If $V(k)$ is the value function of the optimization problem (1), then $V(k)$ solves $$-\rho V(k) + \sup_c [(f(k) - \delta k - c)V'(k) + u(c)] = 0 \tag{12}$$ where the first order condition yields $V'(k) = u'(c)$. 

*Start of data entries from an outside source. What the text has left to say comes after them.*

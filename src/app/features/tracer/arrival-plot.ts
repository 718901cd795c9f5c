import { ChangeDetectionStrategy, Component, computed, input } from '@angular/core';
import * as d3 from 'd3';
import { plotArea } from '../analysis/plot-area';
import { PlotFrame } from '../analysis/plot-frame';
import { rangeTicks } from '../fields/colour-bar-ticks';
import type { Histogram } from './tracer-model';

const M = { left: 46, right: 12, top: 10, bottom: 36 };

/** The arrival-time curve at the detector: a histogram of arrivals over time, with the mean marked. */
@Component({
  selector: 'osm-arrival-plot',
  imports: [PlotFrame],
  template: `
    <svg [attr.width]="area.width()" [attr.height]="height()" role="img" aria-label="Arrival times at the detector">
      <g [attr.transform]="'translate(' + m.left + ',' + m.top + ')'" osmPlotFrame [x]="x()" [y]="y()" [xTicks]="xTicks().ticks" [yTicks]="yTicks()">
        <g plotUnderlay>
          @for (b of bars(); track $index) {
            <rect class="bar" [attr.x]="b.x" [attr.y]="b.y" [attr.width]="b.w" [attr.height]="b.h" />
          }
        </g>
        @if (meanX(); as mx) {
          <line class="mean" [attr.x1]="mx" [attr.x2]="mx" y1="0" [attr.y2]="area.innerH()" />
          <text class="mean-label" [attr.x]="mx + 4" y="10">mean</text>
        }
        <text class="label" [attr.x]="area.innerW()" [attr.y]="area.innerH() + 31" text-anchor="end">arrival time ({{ xTicks().unit }})</text>
        <text class="label" [attr.transform]="'translate(' + (-m.left + 11) + ',' + area.innerH() / 2 + ') rotate(-90)'" text-anchor="middle">particles</text>
      </g>
    </svg>
  `,
  styleUrl: '../analysis/plot.css',
  styles: `
    .bar { fill: var(--mat-sys-primary); opacity: 0.85; }
    .mean { stroke: var(--mat-sys-tertiary); stroke-width: 2px; stroke-dasharray: 4 3; }
    .mean-label { fill: var(--mat-sys-on-surface); font-size: 10px; }
  `,
  changeDetection: ChangeDetectionStrategy.OnPush,
})
export class ArrivalPlot {
  readonly histogram = input.required<Histogram>();
  readonly mean = input<number | null>(null);
  readonly height = input(200);

  protected readonly m = M;
  protected readonly area = plotArea(M, 420, () => this.height());
  private readonly domain = computed<[number, number]>(() => {
    const e = this.histogram().edges;
    return e.length ? [e[0], e[e.length - 1]] : [0, 1];
  });
  protected readonly x = computed(() => d3.scaleLinear().domain(this.domain()).range([0, this.area.innerW()]));
  protected readonly y = computed(() => d3.scaleLinear().domain([0, Math.max(1, ...this.histogram().counts)]).nice(4).range([this.area.innerH(), 0]));
  protected readonly xTicks = computed(() => rangeTicks(this.domain()[0], this.domain()[1], 'time', Math.max(2, Math.round(this.area.innerW() / 80))));
  /** Whole numbers of particles. */
  protected readonly yTicks = computed(() =>
    this.y()
      .ticks(4)
      .filter((t) => Number.isInteger(t))
      .map((t) => ({ value: t, label: String(t) })),
  );
  protected readonly bars = computed(() => {
    const h = this.histogram(), x = this.x(), y = this.y();
    return h.counts.map((c, k) => {
      const x0 = x(h.edges[k]), x1 = x(h.edges[k + 1]);
      return { x: x0 + 0.5, w: Math.max(0.5, x1 - x0 - 1), y: y(c), h: this.area.innerH() - y(c) };
    });
  });
  protected readonly meanX = computed(() => {
    const t = this.mean();
    return t === null || !Number.isFinite(t) ? null : this.x()(t);
  });
}
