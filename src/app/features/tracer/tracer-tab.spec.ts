import { TestBed, type ComponentFixture } from '@angular/core/testing';
import { INSTANT } from '../../core/instant-client';
import { instantComputations } from '../../../workers/instant';
import { parseDesign, type DesignDocument } from '../../../../shared/design';
import cross from '../../../../tests/fixtures/designs/cross-injector.json';
import { ANALYSIS, type AnalysisClient, type WorkerTraceRequest } from '../../core/solver-client';
import { traceOutcome } from '../../../workers/worker-analysis';
import { TracerTab } from './tracer-tab';

function design(): DesignDocument {
  const r = parseDesign(cross);
  if (!r.ok) throw new Error('bad fixture');
  return r.design;
}

describe('TracerTab', () => {
  let fixture: ComponentFixture<TracerTab>;
  let el: HTMLElement;
  let requests: WorkerTraceRequest[];

  async function settle(ms = 0) {
    await new Promise((r) => setTimeout(r, ms));
    fixture.detectChanges();
    await fixture.whenStable();
    fixture.detectChanges();
  }

  const click = (id: string) => (el.querySelector(`[data-testid=${id}]`) as HTMLElement).click();

  beforeEach(async () => {
    jest.spyOn(HTMLCanvasElement.prototype, 'getContext').mockReturnValue(null);
    requests = [];
    const analysis = {
      // The real tracer on a coarse grid with few particles.
      trace: async (doc: unknown, request: WorkerTraceRequest) => {
        requests.push(request);
        return traceOutcome(doc, { ...request, cells: 80, particles: 150 });
      },
      compare: jest.fn(),
      unitResponses: jest.fn(),
      cancel: jest.fn(),
    } as unknown as AnalysisClient;
    await TestBed.configureTestingModule({ imports: [TracerTab], providers: [{ provide: ANALYSIS, useValue: analysis }, { provide: INSTANT, useValue: instantComputations }] }).compileComponents();
    fixture = TestBed.createComponent(TracerTab);
    fixture.componentRef.setInput('document', design());
    fixture.detectChanges();
    await settle();
    el = fixture.nativeElement;
  });

  it('starts with a band across the leg of the highest potential and a detector at the lowest, and follows it', async () => {
    expect(el.querySelector('[data-testid=tracer-injection]')).not.toBeNull();
    expect(el.querySelector('[data-testid=tracer-detector]')).not.toBeNull();
    click('tracer-run');
    await settle();
    await settle();
    expect(requests).toHaveLength(1);
    expect(requests[0]).toMatchObject({ species: { mobility: 0, diffusivity: 4e-10 }, particles: 1000, seed: 1, injection: { kind: 'line' } });
    expect(Number(el.querySelector('[data-testid=stat-arrived]')!.getAttribute('data-value'))).toBeGreaterThan(20);
    expect(Number(el.querySelector('[data-testid=stat-plates]')!.getAttribute('data-value'))).toBeGreaterThan(1);
    expect(el.querySelector('[data-testid=stat-seed]')!.textContent).toContain('1');
    expect(el.querySelectorAll('[data-testid=arrival-histogram] rect.bar').length).toBeGreaterThanOrEqual(8);
    expect(el.querySelector('[data-testid=tracer-frame]')!.textContent).toContain('in the chip');
    fixture.componentInstance['playing'].set(false);
  });

  it('sets up a pinched plug at the cross with editable loading and dispensing potentials', async () => {
    (el.querySelector('[data-testid=tracer-mode-pinched] button') as HTMLButtonElement).click();
    await settle();
    expect(el.querySelector('[data-testid=tracer-phases]')).not.toBeNull();
    const sLoading = el.querySelector('[data-testid=tracer-phase-0-S]') as HTMLInputElement;
    expect(sLoading.value).toBe('1 kV');
    sLoading.value = '800 V';
    sLoading.dispatchEvent(new Event('change'));
    await settle();
    click('tracer-run');
    await settle();
    await settle();
    expect(requests[0].phases).toHaveLength(2);
    expect(requests[0].phases![0]).toMatchObject({ label: 'loading', potentials: { S: 800, SW: 0 } });
    expect(requests[0].phases![1].duration).toBeUndefined();
    expect(requests[0].injection.kind).toBe('region');
    expect(el.querySelector('[data-testid=tracer-frame]')!.textContent).toMatch(/loading|dispensing/);
    fixture.componentInstance['playing'].set(false);
  });

  it('takes a detector drawn on the map', async () => {
    click('tracer-draw-detector');
    await settle();
    const map = fixture.debugElement.query((d) => d.name === 'osm-tracer-map');
    expect(map.componentInstance.drawMode()).toBe('detector');
    map.componentInstance.drawn.emit({ mode: 'detector', a: [2e-3, 0.9e-3], b: [2e-3, 1.1e-3] });
    await settle();
    expect(fixture.componentInstance['detector']()).toEqual({ from: [2e-3, 0.9e-3], to: [2e-3, 1.1e-3] });
    expect(map.componentInstance.drawMode()).toBeNull();
  });

  it('keeps a drawn detector when the design changes but its shapes do not, and starts again for a new layout', async () => {
    click('tracer-draw-detector');
    await settle();
    const map = fixture.debugElement.query((d) => d.name === 'osm-tracer-map');
    map.componentInstance.drawn.emit({ mode: 'detector', a: [2e-3, 0.9e-3], b: [2e-3, 1.1e-3] });
    await settle();
    const doc = fixture.componentInstance.document();
    fixture.componentRef.setInput('document', { ...doc, ports: doc.ports.map((p) => (p.potential ? { ...p, potential: p.potential / 2 } : p)) });
    await settle();
    await settle();
    expect(fixture.componentInstance['detector']()).toEqual({ from: [2e-3, 0.9e-3], to: [2e-3, 1.1e-3] });
    fixture.componentRef.setInput('document', { ...doc, shapes: [...doc.shapes] });
    await settle();
    await settle();
    expect(fixture.componentInstance['detector']()).not.toEqual({ from: [2e-3, 0.9e-3], to: [2e-3, 1.1e-3] });
  });
});
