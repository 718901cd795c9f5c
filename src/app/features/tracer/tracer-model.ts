/**
 * The Tracer tab's pure pieces: first injection and detector lines across ports, the trace request built from the
 * form (a band from a line or a region, or a pinched plug at a cross with its loading and dispensing potentials),
 * the phase shown at a frame's time, and the arrival-time histogram.
 */
import type { DesignDocument, Port } from '../../../../shared/design';
import type { Injection, PhaseSpec, TraceFrame, TraceResult } from '../../../workers/solver-api';
import type { WorkerTraceRequest } from '../../core/solver-client';
import { insideRings, type Vec } from '../fields/field-sampling';

export type InjectionMode = 'line' | 'region' | 'pinched';
export type Segment = { from: [number, number]; to: [number, number] };

/** A segment across the channel at a port, `widths` channel widths inside, a little longer than the port. */
export function acrossPort(port: Pick<Port, 'from' | 'to'>, rings: ReadonlyArray<ReadonlyArray<Vec>>, widths = 3, overhang = 0.05): Segment {
  const [ax, ay] = port.from, [bx, by] = port.to;
  const w = Math.hypot(bx - ax, by - ay) || 1e-12;
  const tx = (bx - ax) / w, ty = (by - ay) / w;
  const mx = (ax + bx) / 2, my = (ay + by) / 2;
  let nx = -ty, ny = tx;
  if (rings.length > 0 && !insideRings(rings, [mx + nx * 0.5 * w, my + ny * 0.5 * w])) [nx, ny] = [-nx, -ny];
  const cx = mx + nx * widths * w, cy = my + ny * widths * w;
  const half = (0.5 + overhang) * w;
  return { from: [cx - tx * half, cy - ty * half], to: [cx + tx * half, cy + ty * half] };
}

/**
 * A band and a detector to start from: injected across the channel at the port of highest potential (where a
 * species with positive apparent mobility enters), detected at the port of lowest potential; null without two
 * electrodes at different potentials.
 */
export function defaultBand(doc: DesignDocument, rings: ReadonlyArray<ReadonlyArray<Vec>>): { injection: Segment; detector: Segment } | null {
  const electrodes = doc.ports.filter((p) => p.potential !== null);
  if (electrodes.length < 2) return null;
  const hi = electrodes.reduce((a, b) => (b.potential! > a.potential! ? b : a));
  const lo = electrodes.reduce((a, b) => (b.potential! < a.potential! ? b : a));
  if (hi.potential === lo.potential) return null;
  return { injection: acrossPort(hi, rings, 3), detector: acrossPort(lo, rings, 3, 0) };
}

/** Rectangle of two corners as the polygon of a region injection. */
export function rectangle(a: Vec, b: Vec): Array<[number, number]> {
  return [
    [a[0], a[1]],
    [b[0], a[1]],
    [b[0], b[1]],
    [a[0], b[1]],
  ];
}

export interface TraceForm {
  mode: InjectionMode;
  mobility: number;
  diffusivity: number;
  particles: number;
  seed: number;
  /** Line and region modes: how long to follow the band; null until it passes the detector. */
  duration: number | null;
  line: Segment | null;
  region: Array<[number, number]> | null;
  detector: Segment | null;
  /** Pinched plug: injection region and the two phases (the last may run until the plug passes). */
  pinched: { region: Array<[number, number]>; phases: PhaseSpec[] } | null;
}

/** What the worker runs for the form, or the reason it cannot run yet. */
export function traceRequest(f: TraceForm): { request: WorkerTraceRequest } | { problem: string } {
  const species = { mobility: f.mobility, diffusivity: f.diffusivity };
  const common = { species, particles: f.particles, seed: f.seed, frames: 60, detector: f.detector ?? undefined };
  if (f.mode === 'pinched') {
    if (!f.pinched) return { problem: 'Pick the four ports of the cross.' };
    if (!f.detector) return { problem: 'Draw the detector line across the separation channel.' };
    return { request: { ...common, injection: { kind: 'region', polygon: f.pinched.region }, phases: f.pinched.phases } };
  }
  const injection: Injection | null =
    f.mode === 'line' ? (f.line ? { kind: 'line', ...f.line } : null) : f.region ? { kind: 'region', polygon: f.region } : null;
  if (!injection) return { problem: f.mode === 'line' ? 'Draw the injection line across a channel.' : 'Draw the injection region over a channel.' };
  if (!f.detector && f.duration === null) return { problem: 'Draw a detector line, or give a duration.' };
  return { request: { ...common, injection, phases: [{ duration: f.duration ?? undefined }] } };
}

/** Index of the phase running at time t (s), given each phase's duration. */
export function phaseAt(durations: ReadonlyArray<number>, t: number): number {
  let end = 0;
  for (let k = 0; k < durations.length; k++) {
    end += durations[k];
    if (t < end - 1e-12) return k;
  }
  return Math.max(0, durations.length - 1);
}

export interface Histogram {
  /** Bin edges (s), one more than the counts. */
  edges: number[];
  counts: number[];
}

/** Arrival times in about √n bins (at least 8, at most 60) over their range. */
export function arrivalHistogram(times: ArrayLike<number>): Histogram {
  const n = times.length;
  if (n === 0) return { edges: [], counts: [] };
  let lo = Infinity, hi = -Infinity;
  for (let k = 0; k < n; k++) {
    lo = Math.min(lo, times[k]);
    hi = Math.max(hi, times[k]);
  }
  if (!(hi > lo)) {
    const pad = Math.abs(lo) * 0.01 || 1e-6;
    lo -= pad;
    hi += pad;
  }
  const bins = Math.min(60, Math.max(8, Math.round(Math.sqrt(n))));
  const width = (hi - lo) / bins;
  const counts = new Array<number>(bins).fill(0);
  for (let k = 0; k < n; k++) counts[Math.min(bins - 1, Math.floor((times[k] - lo) / width))]++;
  return { edges: Array.from({ length: bins + 1 }, (_, k) => lo + k * width), counts };
}

/** Band spread σ = √variance along the direction of travel, per frame (m), for the plot over time. */
export function spreadSeries(frames: ReadonlyArray<TraceFrame>): { t: Float64Array; sigma: Float64Array } {
  return { t: Float64Array.from(frames, (f) => f.time), sigma: Float64Array.from(frames, (f) => Math.sqrt(f.variance)) };
}

/** Particles still in the chip in a frame. */
export function aliveCount(frame: TraceFrame): number {
  let n = 0;
  for (let k = 0; k < frame.positions.length; k += 2) if (frame.positions[k] === frame.positions[k]) n++;
  return n;
}

export type TraceSummary = Pick<TraceResult, 'particles' | 'seed' | 'dt' | 'steps' | 'absorbed' | 'detector'>;
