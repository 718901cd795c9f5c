import { parseDesign, type DesignDocument } from '../../../../shared/design';
import cross from '../../../../tests/fixtures/designs/cross-injector.json';
import { instantComputations } from '../../../workers/instant';
import { acrossPort, arrivalHistogram, defaultBand, phaseAt, rectangle, traceRequest, type TraceForm } from './tracer-model';

function design(): DesignDocument {
  const r = parseDesign(cross);
  if (!r.ok) throw new Error('bad fixture');
  return r.design;
}

describe('tracer model', () => {
  const doc = design();
  let rings: Awaited<ReturnType<typeof instantComputations.outline>> = [];
  beforeAll(async () => {
    rings = await instantComputations.outline(doc.shapes);
  });

  it('draws a segment across the channel at a port, inside the fluid', () => {
    // W is the right end of the horizontal channel (x = 3 mm, y 0.975 to 1.025 mm): three widths in, to the left.
    const seg = acrossPort(doc.ports[1], rings, 3, 0);
    expect(seg.from[0]).toBeCloseTo(3e-3 - 1.5e-4, 9);
    expect(seg.to[0]).toBeCloseTo(3e-3 - 1.5e-4, 9);
    expect([seg.from[1], seg.to[1]].sort()).toEqual([0.000975, 0.001025].map((v) => expect.closeTo(v, 9)));
    const band = defaultBand(doc, rings)!;
    // Highest potential W (1 kV) to the lowest, B (0 V).
    expect(band.injection.from[0]).toBeGreaterThan(2.8e-3);
    expect(band.detector.from[0]).toBeLessThan(2e-4);
    expect(defaultBand({ ...doc, ports: doc.ports.map((p) => ({ ...p, potential: null })) }, rings)).toBeNull();
  });

  it('builds the worker request, or says what is missing', () => {
    const form: TraceForm = {
      mode: 'line', mobility: -2e-8, diffusivity: 1e-10, particles: 500, seed: 4, duration: null,
      line: { from: [0, 0], to: [0, 1e-4] }, region: null, detector: null, pinched: null,
    };
    expect(traceRequest(form)).toEqual({ problem: 'Draw a detector line, or give a duration.' });
    expect(traceRequest({ ...form, duration: 0.5 })).toEqual({
      request: { species: { mobility: -2e-8, diffusivity: 1e-10 }, particles: 500, seed: 4, frames: 60, detector: undefined, injection: { kind: 'line', from: [0, 0], to: [0, 1e-4] }, phases: [{ duration: 0.5 }] },
    });
    expect(traceRequest({ ...form, mode: 'region' })).toEqual({ problem: 'Draw the injection region over a channel.' });
    const region = rectangle([0, 0], [1, 2]);
    expect(region).toEqual([[0, 0], [1, 0], [1, 2], [0, 2]]);
    expect(traceRequest({ ...form, mode: 'pinched' })).toEqual({ problem: 'Pick the four ports of the cross.' });
  });

  it('finds the phase at a time and bins arrival times', () => {
    expect([0, 0.01, 0.02, 0.5, 9].map((t) => phaseAt([0.02, 1], t))).toEqual([0, 0, 1, 1, 1]);
    const h = arrivalHistogram(Array.from({ length: 100 }, (_, k) => 1 + k / 100));
    expect(h.counts).toHaveLength(10);
    expect(h.counts.reduce((a, b) => a + b, 0)).toBe(100);
    expect(h.edges[0]).toBe(1);
    expect(h.edges[10]).toBeCloseTo(1.99, 12);
    expect(arrivalHistogram([])).toEqual({ edges: [], counts: [] });
  });
});
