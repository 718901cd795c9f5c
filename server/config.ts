import { randomBytes } from 'node:crypto';
import { readFileSync } from 'node:fs';
import { join } from 'node:path';

export interface ServerConfig {
  port: number;
  host: string;
  version: string;
  /** Folder with the built Angular app (index.html). */
  webRoot: string;
  jsonLimit: string;
  tokenSecret: string;
  logRequests: boolean;
  database: { host: string; port: number; user: string; password: string; dbName: string };
}

const root = join(__dirname, '..');

function packageVersion(): string {
  return (JSON.parse(readFileSync(join(root, 'package.json'), 'utf8')) as { version: string }).version;
}

/** Reads the server's settings from the environment; a token secret is generated for local use when none is set. */
export function loadConfig(env: NodeJS.ProcessEnv = process.env): ServerConfig {
  return {
    port: Number(env['PORT'] ?? 4300),
    host: env['HOST'] ?? '127.0.0.1',
    version: packageVersion(),
    webRoot: env['WEB_ROOT'] ?? join(root, 'dist', 'web', 'browser'),
    jsonLimit: env['JSON_LIMIT'] ?? '16mb',
    tokenSecret: env['TOKEN_SECRET'] ?? randomBytes(32).toString('hex'),
    logRequests: env['LOG_REQUESTS'] !== '0',
    database: {
      host: env['PGHOST'] ?? '127.0.0.1',
      port: Number(env['PGPORT'] ?? 55432),
      user: env['PGUSER'] ?? 'postgres',
      password: env['PGPASSWORD'] ?? '',
      dbName: env['PGDATABASE'] ?? 'osmolane',
    },
  };
}
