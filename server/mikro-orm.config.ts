import { Migrator } from '@mikro-orm/migrations';
import { defineConfig } from '@mikro-orm/postgresql';
import { loadConfig } from './config';
import { entities } from './entities';

const { database } = loadConfig();

/** One ORM configuration for the server, the migration CLI and the tests. */
export default defineConfig({
  host: database.host,
  port: database.port,
  user: database.user,
  password: database.password,
  dbName: database.dbName,
  entities,
  extensions: [Migrator],
  migrations: {
    path: 'dist/node/server/migrations',
    pathTs: 'server/migrations',
    glob: '!(*.d).{js,ts}',
    transactional: true,
    allOrNothing: true,
    emit: 'ts',
    snapshot: true,
    snapshotName: '.snapshot-osmolane',
    silent: true,
  },
  preferTs: __filename.endsWith('.ts'),
  debug: false,
});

If we consider the current-value Hamiltonian: $$H(k_t, c_t, \mu_t) = e^{-\rho t} u(c_t) + \mu_t[f(k_t) - (n + \delta) k_t - c_t].$$ Necessary and sufficient conditions for a path to be optimal under the assumption on the utility and production functions made here are that $H_c = 0$, $H_k = -\dot \mu_t$, and the transversality condition $\lim_{t \to \infty} e^{-\rho t} \mu_t k_t = 0$. Such conditions yield the following transitional dynamics $$\begin{cases} \dot k_t = f(k_t) - \delta k_t - c_t, \\ \frac{\dot c_t}{c_t} = \frac{1}{\theta} (f'(k_t) - \delta - \rho).\end{cases}\tag{13}$$

The transversality condition and the above transitional dynamics indicates that there exists a steady state $(k_{ss}, c_{ss})$ solving $$f'(k_{ss} + \rho + \delta, \qquad c_{ss} = f'(k_{ss}) - \delta k_{ss}. \tag{14}$$ If the representative household starts with the capital $k_0 = k_{ss}$, the optimal consumption is always $c_{ss}$. Hence the maximized utility is $$V(k_{ss}) = \int_0^\infty e^{-\rho t} u(c_{ss}) \ dt = \frac{1}{\rho} u(c_{ss}). \tag{15}$$

## 5. Cobb-Douglas Production Function and CRRA Utility

Consider the Cobb-Douglas production function $f(k) = Ak^\alpha$, $A > 0$, $\alpha \in (0, 1)$, and the CRRA utility (**C**onstant **R**elative **R**isk **A**version) $$u(c) = \frac{c^{1 - \theta} - 1}{1 - \theta}, \qquad \theta > 0, \ \theta \neq 1, \qquad u(c) = \log c, \qquad \theta = 1.$$

The first-order condition now becomes $c^{-\theta} = V'(k)$. Plugging this first-order condition into the HJB equation yields that $$-\rho V(k) + [f(k) - \delta k]V'(k) + \frac{\theta V'(k)^{1 - 1/\theta}  - 1}{1 - \theta} = 0, \qquad \theta > 0, \theta \neq 1 \tag{16a}$$ or $$-\rho V(k) + [f(k) - \delta k] V'(k) - \log V'(k) - 1 = 0. \qquad \theta = 1 \tag{16b}$$ The value function at steady state $(k_{ss}, c_{ss})$ is given by (15).